◆ TASK OBJECTIVE ◆
What lines in the records below contain the string "tone"? Copy every one.

** INPUT follows **

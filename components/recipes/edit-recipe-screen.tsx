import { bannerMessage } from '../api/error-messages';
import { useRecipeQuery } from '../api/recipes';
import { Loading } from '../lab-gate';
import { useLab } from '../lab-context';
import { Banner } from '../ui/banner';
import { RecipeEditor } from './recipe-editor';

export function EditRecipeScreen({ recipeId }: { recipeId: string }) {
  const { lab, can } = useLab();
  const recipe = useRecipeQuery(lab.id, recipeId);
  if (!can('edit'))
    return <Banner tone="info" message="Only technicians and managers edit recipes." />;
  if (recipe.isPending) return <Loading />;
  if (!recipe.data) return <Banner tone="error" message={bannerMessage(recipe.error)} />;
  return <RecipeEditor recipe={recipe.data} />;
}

** End of INPUT **

◆ EXERCISE RESULT ◆
    return <Banner tone="info" message="Only technicians and managers edit recipes." />;
  if (!recipe.data) return <Banner tone="error" message={bannerMessage(recipe.error)} />;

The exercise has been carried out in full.